Exercise details:
Only the lines from the line holding "if (/[.,].*[.,]/.test(text) &&" through the final line of the entries below are to be returned, exactly as they stand.

*** Task data Section Begins ***

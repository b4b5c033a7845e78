/** Numbers as they stand in text files: C, Python, Fortran and MATLAB notation. */

/**
 * A number read from text, or why it is none.
 *
 * @example const reading: NumberReading = readTableNumber("1.0D-03") // { value: 0.001, mark: "point" }
 */
export type NumberReading =
  /** `mark` is what separates whole and fraction; null where there is no fraction. */
  { value: number; mark: "point" | "comma" | null } | { problem: string };

// A double needs at most 17 digits; some programs write many more.
const maxCharacters = 128;

const plain = /^[+-]?(?:\d+(?:\.\d*)?|\.\d+)(?:[eE][+-]?\d+)?$/;
const foreign = /^[+-]?(?:\d+(?:[.,]\d*)?|[.,]\d+)(?:[eEdDqQ][+-]?\d+)?$/;
// Fortran drops the letter where the exponent has three digits: 3.14-114.
const withoutLetter = /^([+-]?(?:\d+[.,]\d*|[.,]\d+))([+-]\d{3})$/;
const notFinite = /^([+-]?)(nan|inf|infinity)$/i;

/**
 * Reads one number.
 *
 * Fortran exponents (`1.0D-03`, `3.14-114`), decimal commas, NaN and infinities are understood; whether a
 * comma is acceptable is the caller's decision. The nearest double is returned, as IEEE 754 demands.
 *
 * @param text the field without surrounding white space
 * @returns the value and its decimal mark, or what is wrong with the text
 * @example readTableNumber("3.14-114") // { value: 3.14e-114, mark: "point" }
 * @see ISO/IEC 1539-1:2018, 13.7.2.3.2 (F, E and D editing)
 */
export function readTableNumber(text: string): NumberReading {
  if (text.length > maxCharacters) return { problem: describe(text) };
  if (plain.test(text)) return { value: Number(text), mark: text.includes(".") ? "point" : null };
  if (foreign.test(text)) {
    return { value: Number(text.replace(",", ".").replace(/[dDqQ]/, "e")), mark: markOf(text) };
  }
  const bare = withoutLetter.exec(text);
  if (bare) return { value: Number(`${bare[1].replace(",", ".")}e${bare[2]}`), mark: markOf(text) };
  const special = notFinite.exec(text);
  if (special) {
    const magnitude = special[2].toLowerCase() === "nan" ? Number.NaN : Number.POSITIVE_INFINITY;
    return { value: special[1] === "-" ? -magnitude : magnitude, mark: null };
  }
  return { problem: describe(text) };
}

function markOf(text: string): "point" | "comma" | null {
  if (text.includes(".")) return "point";
  return text.includes(",") ? "comma" : null;
}

function describe(text: string): string {
  if (text === "") return "The field is empty. A number is expected in every row";
  const shown = JSON.stringify(text.length > 40 ? `${text.slice(0, 40)}...` : text);
  if (/^\*+$/.test(text)) return `${shown} is what Fortran prints where a format is too narrow. Widen it`;
  if (/[.,].*[.,]/.test(text) && /^[\d.,+-]+$/.test(text)) {
    return `${shown} is not a number. Write it without thousands separators`;
  }
  return `${shown} is not a number. Numbers such as 1.25, -3.0e-7 or 1.0D-03 are read`;
}
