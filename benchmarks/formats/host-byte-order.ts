/** The byte order of the machine that the code runs on. */

/**
 * True where typed arrays hold their least significant byte first, as on all common machines.
 *
 * @example if (isHostLittleEndian) values = new Float64Array(bytes.buffer)
 */
export const isHostLittleEndian = new Uint8Array(Uint32Array.of(1).buffer)[0] === 1;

*** Task data Section Ends ***

Result below:
  if (/[.,].*[.,]/.test(text) && /^[\d.,+-]+$/.test(text)) {
    return `${shown} is not a number. Write it without thousands separators`;
  }
  return `${shown} is not a number. Numbers such as 1.25, -3.0e-7 or 1.0D-03 are read`;
}
filename benchmarks/formats/host-byte-order.ts
/** The byte order of the machine that the code runs on. */

/**
 * True where typed arrays hold their least significant byte first, as on all common machines.
 *
 * @example if (isHostLittleEndian) values = new Float64Array(bytes.buffer)
 */
export const isHostLittleEndian = new Uint8Array(Uint32Array.of(1).buffer)[0] === 1;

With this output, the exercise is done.